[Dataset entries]
"""How much of a region's variance lies between sites: one-way analysis of variance with sites as groups."""

from collections.abc import Mapping, Sequence
from dataclasses import dataclass

import numpy as np
from scipy import optimize, stats

LEVEL = 0.95


@dataclass(frozen=True)
class SiteVariance:
    """What differs between sites in one quantity.

    Attributes
    ----------
    sites, scans
        How many of each.
    variation
        Coefficient of variation of the site means: their standard deviation (n - 1) over their mean.
    eta_squared, eta_interval
        Share of the scans' sum of squares that lies between the sites, and its 95 % interval; None where every site
        has one scan.
    share, share_interval
        Between-site share of the variance by one-way random effects (intraclass correlation), and its 95 % interval.
    f, p
        The test that all sites have one mean.
    """

    sites: int
    scans: int
    variation: float
    eta_squared: float | None
    eta_interval: tuple[float, float] | None
    share: float | None
    share_interval: tuple[float, float] | None
    f: float | None
    p: float | None


def site_variance(values: Mapping[str, Sequence[float]]) -> SiteVariance:
    """Between-site share of the variance, its interval, and the coefficient of variation across sites.

    Parameters
    ----------
    values
        Values by site, any one unit; two sites at least.

    Raises
    ------
    ValueError
        If there are fewer than two sites, or a site without a value.

    Notes
    -----
    Mean squares between (B) and within (W) sites give F = B / W. Random effects: between-site variance (B - W) / n0,
    n0 = (N - sum n_i^2 / N) / (k - 1), share = between / (between + W), not below 0 (Searle 1971). Its interval follows
    from that of F; with unequal numbers of scans it is approximate. Eta squared is SS_between / SS_total; its interval
    comes from the limits of the non-central F distribution's parameter l: l / (l + N) (Steiger 2004).

    >>> found = site_variance({"quay": [1.0, 2.0], "mill": [5.0, 6.0]})
    >>> round(found.f, 3), round(found.eta_squared, 3), round(found.share, 3)
    (32.0, 0.941, 0.939)
    """
    groups = [np.asarray(group, dtype=np.float64) for group in values.values()]
    if len(groups) < 2 or any(group.size == 0 for group in groups):
        raise ValueError("at least two sites with a value each are needed")
    means = np.array([group.mean() for group in groups])
    counts = np.array([group.size for group in groups])
    total, k = int(counts.sum()), len(groups)
    variation = float(means.std(ddof=1) / abs(means.mean())) if means.mean() != 0 else float("nan")
    none = SiteVariance(k, total, variation, None, None, None, None, None, None)
    if total == k:
        return none
    grand = float(np.concatenate(groups).mean())
    between = float(np.sum(counts * (means - grand) ** 2))
    within = float(sum(np.sum((group - mean) ** 2) for group, mean in zip(groups, means, strict=True)))
    if within <= 0.0:
        return none
    f = (between / (k - 1)) / (within / (total - k))
    size = (total - float(np.sum(counts.astype(float) ** 2)) / total) / (k - 1)
    low, high = (stats.f.ppf(q, k - 1, total - k) for q in ((1 + LEVEL) / 2, (1 - LEVEL) / 2))
    return SiteVariance(
        sites=k,
        scans=total,
        variation=variation,
        eta_squared=between / (between + within),
        eta_interval=_eta_interval(f, k - 1, total - k),
        share=_share(f, size),
        share_interval=(_share(f / float(low), size), _share(f / float(high), size)),
        f=f,
        p=float(stats.f.sf(f, k - 1, total - k)),
    )


def _share(f: float, size: float) -> float:
    return max((f - 1.0) / (f - 1.0 + size), 0.0) if f > 1.0 else 0.0


def _eta_interval(f: float, between: int, within: int) -> tuple[float, float]:
    total = between + within + 1
    limits = [_noncentrality(f, between, within, quantile) for quantile in ((1 + LEVEL) / 2, (1 - LEVEL) / 2)]
    return limits[0] / (limits[0] + total), limits[1] / (limits[1] + total)


def _noncentrality(f: float, between: int, within: int, quantile: float) -> float:
    """The non-centrality under which an F up to the observed one has this probability; 0 where none is so unlikely."""

    def excess(value: float) -> float:
        return float(stats.ncf.cdf(f, between, within, value)) - quantile

    if excess(0.0) <= 0.0:
        return 0.0
    high = 10.0 * (f * between + 10.0)
    while excess(high) > 0.0:
        high *= 2.0
    return float(optimize.brentq(excess, 0.0, high, xtol=1e-9))
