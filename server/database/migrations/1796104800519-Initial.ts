import type { MigrationInterface, QueryRunner } from 'typeorm';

• Work order
Each of the records is to be repeated word for word.

• Exercise output
"""How much of a region's variance lies between sites: one-way analysis of variance with sites as groups."""

from collections.abc import Mapping, Sequence
from dataclasses import dataclass

import numpy as np
from scipy import optimize, stats

LEVEL = 0.95


@dataclass(frozen=True)
class SiteVariance:
    """What differs between sites in one quantity.

    Attributes
    ----------
    sites, scans
        How many of each.
    variation
        Coefficient of variation of the site means: their standard deviation (n - 1) over their mean.
    eta_squared, eta_interval
        Share of the scans' sum of squares that lies between the sites, and its 95 % interval; None where every site
        has one scan.
    share, share_interval
        Between-site share of the variance by one-way random effects (intraclass correlation), and its 95 % interval.
    f, p
        The test that all sites have one mean.
    """

    sites: int
    scans: int
    variation: float
    eta_squared: float | None
    eta_interval: tuple[float, float] | None
    share: float | None
    share_interval: tuple[float, float] | None
    f: float | None
    p: float | None


def site_variance(values: Mapping[str, Sequence[float]]) -> SiteVariance:
    """Between-site share of the variance, its interval, and the coefficient of variation across sites.

    Parameters
    ----------
    values
        Values by site, any one unit; two sites at least.

    Raises
    ------
    ValueError
        If there are fewer than two sites, or a site without a value.

    Notes
    -----
    Mean squares between (B) and within (W) sites give F = B / W. Random effects: between-site variance (B - W) / n0,
    n0 = (N - sum n_i^2 / N) / (k - 1), share = between / (between + W), not below 0 (Searle 1971). Its interval follows
    from that of F; with unequal numbers of scans it is approximate. Eta squared is SS_between / SS_total; its interval
    comes from the limits of the non-central F distribution's parameter l: l / (l + N) (Steiger 2004).

    >>> found = site_variance({"quay": [1.0, 2.0], "mill": [5.0, 6.0]})
    >>> round(found.f, 3), round(found.eta_squared, 3), round(found.share, 3)
    (32.0, 0.941, 0.939)
    """
    groups = [np.asarray(group, dtype=np.float64) for group in values.values()]
    if len(groups) < 2 or any(group.size == 0 for group in groups):
        raise ValueError("at least two sites with a value each are needed")
    means = np.array([group.mean() for group in groups])
    counts = np.array([group.size for group in groups])
    total, k = int(counts.sum()), len(groups)
    variation = float(means.std(ddof=1) / abs(means.mean())) if means.mean() != 0 else float("nan")
    none = SiteVariance(k, total, variation, None, None, None, None, None, None)
    if total == k:
        return none
    grand = float(np.concatenate(groups).mean())
    between = float(np.sum(counts * (means - grand) ** 2))
    within = float(sum(np.sum((group - mean) ** 2) for group, mean in zip(groups, means, strict=True)))
    if within <= 0.0:
        return none
    f = (between / (k - 1)) / (within / (total - k))
    size = (total - float(np.sum(counts.astype(float) ** 2)) / total) / (k - 1)
    low, high = (stats.f.ppf(q, k - 1, total - k) for q in ((1 + LEVEL) / 2, (1 - LEVEL) / 2))
    return SiteVariance(
        sites=k,
        scans=total,
        variation=variation,
        eta_squared=between / (between + within),
        eta_interval=_eta_interval(f, k - 1, total - k),
        share=_share(f, size),
        share_interval=(_share(f / float(low), size), _share(f / float(high), size)),
        f=f,
        p=float(stats.f.sf(f, k - 1, total - k)),
    )


def _share(f: float, size: float) -> float:
    return max((f - 1.0) / (f - 1.0 + size), 0.0) if f > 1.0 else 0.0


def _eta_interval(f: float, between: int, within: int) -> tuple[float, float]:
    total = between + within + 1
    limits = [_noncentrality(f, between, within, quantile) for quantile in ((1 + LEVEL) / 2, (1 - LEVEL) / 2)]
    return limits[0] / (limits[0] + total), limits[1] / (limits[1] + total)


def _noncentrality(f: float, between: int, within: int, quantile: float) -> float:
    """The non-centrality under which an F up to the observed one has this probability; 0 where none is so unlikely."""

    def excess(value: float) -> float:
        return float(stats.ncf.cdf(f, between, within, value)) - quantile

    if excess(0.0) <= 0.0:
        return 0.0
    high = 10.0 * (f * between + 10.0)
    while excess(high) > 0.0:
        high *= 2.0
    return float(optimize.brentq(excess, 0.0, high, xtol=1e-9))
filename server/database/migrations/1796104800519-Initial.ts
import type { MigrationInterface, QueryRunner } from 'typeorm';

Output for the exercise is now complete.